Silver is shining more than gold in 2016. And although silver prices are up 23 percent already, it might just be getting started.
Gold gets all the headlines and attention. The price of gold is up 19 percent so far this year – 4 percentage points less than silver’s gain. That compares to 13 percent for the S&P GSCI index, which tracks the price movements of the world’s major commodities.
Silver is used in products needed for everything from photography to solar energy to mirrors. More than half of global silver demand is for industrial use. This means that silver prices are more affected by changes in the global economy than the prices of many other commodities. Higher economic growth tends to boost silver prices, as shown below.
One good reason to think that silver still has a long way to go is the gold-to-silver ratio, which reflects how much silver is needed to buy one ounce of gold. Over the past 30 years, this ratio has moved in a range between about 45 and 80, rarely going beyond either end of the range.
This means that when silver prices are high compared to gold prices, it takes 45 ounces of silver to buy one ounce of gold. But when silver prices are at a low point, it takes 80 ounces of silver to buy one ounce of gold. The ratio is useful to see whether silver is overvalued or undervalued relative to gold. For the past 10 years, the ratio has averaged 60.
One study looked at what would happen if you had 100 ounces of gold 30 years ago – and simply swapped the gold for silver when the ratio hit 80, and then exchanged that silver back into gold when the ratio reached 45. The analysis found that 100 ounces of gold would have appreciated to 562 ounces in 30 years.
Whenever the ratio has approached the 80 level, it has reversed course sharply as investors have bought relatively undervalued silver (and sold gold.) This could be because the ratio has become self-reinforcing – when it hits 80 enough people believe it’s time to buy silver that the price starts to rise because of the increased demand.
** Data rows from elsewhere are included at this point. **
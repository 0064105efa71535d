"""Coordinates from elsewhere: published control and post-processed results, from a CSV file, on equal terms with occupations.

Columns (units in the names; * = needed):

    name*  kind* (published control, post-processed)  source*  date (of the source or observation, 2027-03-01)
    frame* (EPSG geographic 3-D code)  epoch (decimal year; needed in a frame that moves, and only there)
    lat_deg* lon_deg*  h_m (ellipsoidal; empty = not known)
    u_east_m* u_north_m* u_up_m (needed with h_m)  rho_en   one STANDARD uncertainty per axis, of what is this mark's alone
    common_u_east_m common_u_north_m common_u_up_m          the part that all coordinates of this source share; empty = 0
    id  inscription  description

Nothing has a default: a coordinate without uncertainty is refused, because it could only be taken as perfect. The file itself is kept
as evidence under its hash, and the same file is not taken in twice. Heights above a geoid and measured lines are not read here.
"""

from __future__ import annotations

import csv
import hashlib
import io
import math
import uuid
from collections.abc import Sequence
from pathlib import Path
from typing import Any

from fieldbook.errors import UsageError
from fieldbook.model.canonical import Tree
from fieldbook.model.entry import Entry
from fieldbook.model.reduction import BudgetLine
from fieldbook.reduce import frames
from fieldbook.reduce.budget import Term, combine
from fieldbook.reduce.geodesy import geocentric
from fieldbook.settings.values import nearest

from .decisions import moment_of
from .evidence import Evidence, MeanLine, Place, Shares, Stated, covariance_parts
from .fold import prefix_of
from .from_book import line_of
from .store import Register, as_kept

KINDS = ("published control", "post-processed")
NEEDED = ("name", "kind", "source", "frame", "lat_deg", "lon_deg", "u_east_m", "u_north_m")
OTHERS = ("date", "epoch", "h_m", "u_up_m", "rho_en", "common_u_east_m", "common_u_north_m", "common_u_up_m", "id", "inscription", "description")  # fmt: skip
COLUMNS = (*NEEDED, *OTHERS)
MAX_BYTES = 16 * 1024 * 1024
NAMESPACE = uuid.UUID("5d0f6c1e-6c55-4f0e-9a55-0f1c2a7b9e31")  # made up; ids of lists follow from their bytes
NO_SHARES = Shares("none", None, "", None, None)


def add_elsewhere(register: Register, file: Path, *, by: str) -> tuple[Entry | None, int]:
    """Take in a list. Returns (its entry, number of coordinates); the entry is None where the same file is in already.

    Raises:
        UsageError: no such file, no CSV, or a row that is not complete; nothing is written then.
        BookError: the register cannot be written.
    """
    data = _bytes(file)
    rows = _rows(data, file)
    evidence = [_evidence(row, number, place) for number, (place, row) in enumerate(rows, 1)]
    book = str(uuid.uuid5(NAMESPACE, hashlib.sha256(data).hexdigest()))
    state = register.state()
    if book in state.books:
        return None, len(evidence)
    if any(held.prefix == prefix_of(book) for held in state.books.values()):
        raise UsageError(
            f"The list {file} would bear the prefix of a book.", "Add a line to it; its id follows from its bytes."
        )
    names = list(dict.fromkeys(item.mark for item in evidence))
    with register.transaction():
        body: Tree = {
            "book": book,
            "path": str(file),
            "head_seq": 0,
            "head_hash": hashlib.sha256(data).hexdigest(),
            "hashes": register.keep(data),
            "versions": {},
            "occupations": [_line(register, item) for item in evidence],
            "failed": [],
            "marks": {name: _described(name, rows) for name in names},
            "numbers": {name: state.next_number + place for place, name in enumerate(names)},
            "certificates": [],
            "changes": [],
        }
        return register.append("elsewhere", body, by), len(evidence)


def _line(register: Register, item: Evidence) -> Tree:
    kept = register.keep(as_kept(item.to_tree()))
    return line_of(item, kept, kept)  # there is no reduction: the evidence is all there is


def _described(name: str, rows: Sequence[tuple[str, dict[str, str]]]) -> Tree:
    tree: Tree = {"name": name}
    for _, row in rows:
        if row["name"] == name:
            tree |= {key: row[key] for key in ("id", "inscription", "description") if row.get(key)}
    return tree


def _bytes(file: Path) -> bytes:
    if not file.is_file():
        raise UsageError(f"There is no file {file}.", "Name a CSV file with a header line.", code="missing")
    if file.stat().st_size > MAX_BYTES:
        raise UsageError(f"{file} is larger than 16 MB.", "A list of coordinates is shorter; is it the right file?")
    return file.read_bytes()


def _rows(data: bytes, file: Path) -> list[tuple[str, dict[str, str]]]:
    takes = f"The columns are {', '.join(COLUMNS)}; needed are {', '.join(NEEDED)}."
    try:
        text = data.decode("utf-8-sig")
    except UnicodeDecodeError:
        raise UsageError(f"{file} is no UTF-8 text.", "Save it as CSV in UTF-8.") from None
    head = text.partition("\n")[0]
    reader = csv.DictReader(io.StringIO(text, newline=""), delimiter=";" if ";" in head else ",", strict=True)
    try:
        names = [name.strip() for name in reader.fieldnames or []]
        for name in names:
            if name not in COLUMNS:
                raise UsageError(f'{file}: there is no column "{name}".{nearest(name, COLUMNS)}', takes)
        missing = [name for name in NEEDED if name not in names]
        if missing or len(set(names)) < len(names):
            raise UsageError(
                f"{file} lacks the column {', '.join(missing)}." if missing else f"{file} has a column twice.", takes
            )
        reader.fieldnames = names
        rows: list[tuple[str, dict[str, str]]] = []
        for row in reader:
            place = f"{file}, line {reader.line_num}"
            if None in row or any(value is None for value in row.values()):
                raise UsageError(f"{place}: fields and columns do not match.", "Put quotes around a text with commas.")
            rows.append((place, {key: value.strip() for key, value in row.items()}))
    except csv.Error as problem:
        raise UsageError(f"{file} is no proper CSV: {problem}.", "Correct it or save it again.") from None
    if not rows:
        raise UsageError(f"{file} holds no coordinate.", "Write one line per mark under the header.")
    return rows


def _evidence(row: dict[str, str], number: int, where: str) -> Evidence:
    for key in NEEDED:
        if not row[key]:
            raise UsageError(f"{where}: {key} is empty.", "Nothing has a default here: write it, or take the line out.")
    if row["kind"] not in KINDS:
        raise UsageError(f'{where}: kind takes one of {", ".join(KINDS)}, not "{row["kind"]}".', "Correct it.")
    place = _place(row, where)
    east, north = _number(row, "u_east_m", where), _number(row, "u_north_m", where)
    up = _number(row, "u_up_m", where) if place.h_m is not None else None
    u = (_positive(east, "u_east_m", where), _positive(north, "u_north_m", where), None)
    if place.h_m is not None:
        u = (u[0], u[1], _positive(up, "u_up_m", where))  # type: ignore[assignment]
    rho = _number(row, "rho_en", where) or 0.0
    if not -1.0 < rho < 1.0:
        raise UsageError(f"{where}: rho_en {rho} is no correlation.", "Write a number between -1 and 1.")
    common = [_number(row, f"common_u_{axis}_m", where) or 0.0 for axis in ("east", "north", "up")]
    if min(common) < 0.0:
        raise UsageError(f"{where}: an uncertainty is below zero.", "Correct it.")
    stated = Stated(row["kind"], row["source"], (common[0], common[1], None if u[2] is None else common[2]))
    mean = MeanLine(u, (math.inf, math.inf, None), rho)
    name = f"{stated.kind}, {stated.source}"
    terms = [
        Term(f"stated: {name}", "B", "as stated", u, rho_en=rho),
        Term(f"common to the source: {name}", "B", "as stated", stated.common_u_enu_m, common=True),
    ]
    figures = combine(terms)
    # covariance_parts takes the mean's line by itself: only the common line is given to it
    common_line = terms[1].line()
    own, shared = covariance_parts(mean, [common_line], place)
    date = row.get("date") or None
    moment = None if date is None else moment_of(date)
    return Evidence(
        mark=row["name"], occupation=number, open=False, started=moment, ended=moment, kept_s=0.0,
        epoch_of_observation=None if moment is None else _year(moment), observer=None, party=row["source"], receiver=None,
        antenna_height_m=None, tribrach=None, place=place, observed=place, operation=(), height=None, grid=None,
        fix_class="stated", governed_by="data", sigma_plan_m=max(u[0], u[1]), sigma_height_m=u[2] or 0.0,
        prior_u_enu_m=(u[0], u[1], u[2] or 1.0), mean=mean, budget=_budget(terms), cov_own_m2=own, cov_common_m2=shared,
        plan_u95_m=figures.horizontal95_m, height_u95_m=figures.vertical95_m,
        measured_u95_m=(figures.horizontal95_m, figures.vertical95_m), shares=NO_SHARES, asked=None, simulated=False,
        stops=(), findings=(), received_sha256=None, stated=stated,
    )  # fmt: skip


def _budget(terms: Sequence[Term]) -> tuple[BudgetLine, ...]:
    return tuple(term.line() for term in terms)


def _year(moment: str) -> float:
    from datetime import UTC, datetime

    return frames.decimal_year(datetime.strptime(moment, "%Y-%m-%dT%H:%M:%S.%fZ").replace(tzinfo=UTC))


def _place(row: dict[str, str], where: str) -> Place:
    try:
        info = frames.frame_info(row["frame"])
    except UsageError as error:
        raise UsageError(f"{where}: {error.text}", error.remedy, code=error.code) from None
    if info.ensemble:
        raise UsageError(
            f"{where}: {info.name} is an ensemble of realisations.", "Name the realisation.", code="frame_ensemble"
        )
    epoch = _number(row, "epoch", where)
    if info.dynamic != (epoch is not None):
        what = "moves: its coordinates need an epoch" if info.dynamic else "is static: its coordinates have no epoch"
        raise UsageError(f"{where}: {info.name} {what}.", "Correct the column epoch.", code="epoch")
    if epoch is not None and not 1980.0 <= epoch <= 2100.0:
        raise UsageError(f"{where}: {epoch} is no decimal year.", "Write one such as 2020.0.", code="epoch")
    lat, lon, h = (_number(row, key, where) for key in ("lat_deg", "lon_deg", "h_m"))
    if lat is None or lon is None or abs(lat) > 90.0 or abs(lon) > 360.0:
        raise UsageError(f"{where}: {lat}, {lon} is no place.", "Write decimal degrees.")
    lon = (lon + 180.0) % 360.0 - 180.0 if abs(lon) > 180.0 else lon
    if h is None:
        return Place(info.code, info.name, epoch, lat, lon, None, None)
    x, y, z = (float(value) for value in geocentric(lat, lon, h, info.ellipsoid))
    return Place(info.code, info.name, epoch, lat, lon, h, (x, y, z))


def _number(row: dict[str, Any], key: str, where: str) -> float | None:
    text = row.get(key) or ""
    if not text:
        return None
    try:
        value = float(text)
    except ValueError:
        value = math.nan
    if not math.isfinite(value):
        raise UsageError(f'{where}: {key} "{text}" is no number.', "Write it with a point, as 0.012.")
    return value


def _positive(value: float | None, key: str, where: str) -> float:
    if value is None or not 0.0 < value < 1e4:
        raise UsageError(
            f"{where}: {key} must be a standard uncertainty above zero.", "A coordinate without one cannot be combined.",
            code="uncertainty",
        )  # fmt: skip
    return value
The ratio is currently just below the 80 mark, after being slightly above it a few days ago. This suggests that silver was viewed as undervalued, despite the price rally this year, and a lot of investors likely started buying more of it when the ratio hit 80.
Why does the gold-to-silver ratio work? There’s no particular reason. Kind of like “sell in May and go away,” it just does.
Aside from the gold-silver ratio, the real long-term catalyst for silver is that production isn’t enough to meet demand. Commodities researcher CPM projects that silver output from mines will drop 2.4 percent in 2016. That’s the first time in over a decade that silver production will fall.
At the same time, CPM forecast that “fabrication” demand – that is, what industrial companies will need to build solar panels, electronics and jewellery, as well as coins – will rise by 1.6 percent in 2016.
For the past few years, silver demand and silver supply have been nearly balanced. But rising demand as supply declines should support silver prices.
Silver is often a by-product of other metals, including lead-zinc, copper, gold and copper-nickel ores. Other than gold, most other metals are also struggling with low prices. As a result, mining companies – facing falling metals prices – have cut costs. This has led to a lower by-product production of silver.
Global economic growth – and growth in China in particular – will be a critical driver of the price of silver. China is the world’s largest buyer of silver and the world’s major manufacturing centre. Stronger growth in China will support the price of silver.
The easiest way to invest in silver is through an exchange-traded fund (ETF). The most popular ETF is the iShares Silver Trust (ticker: SLV), which trades on the New York Stock Exchange. It tracks the price performance of the underlying holdings in the London Silver Fix Price. So it provides exposure to the day-to-day movement of the price of silver bullion. In Hong Kong, you can use the ETFS Physical Silver ETF (code: 3117).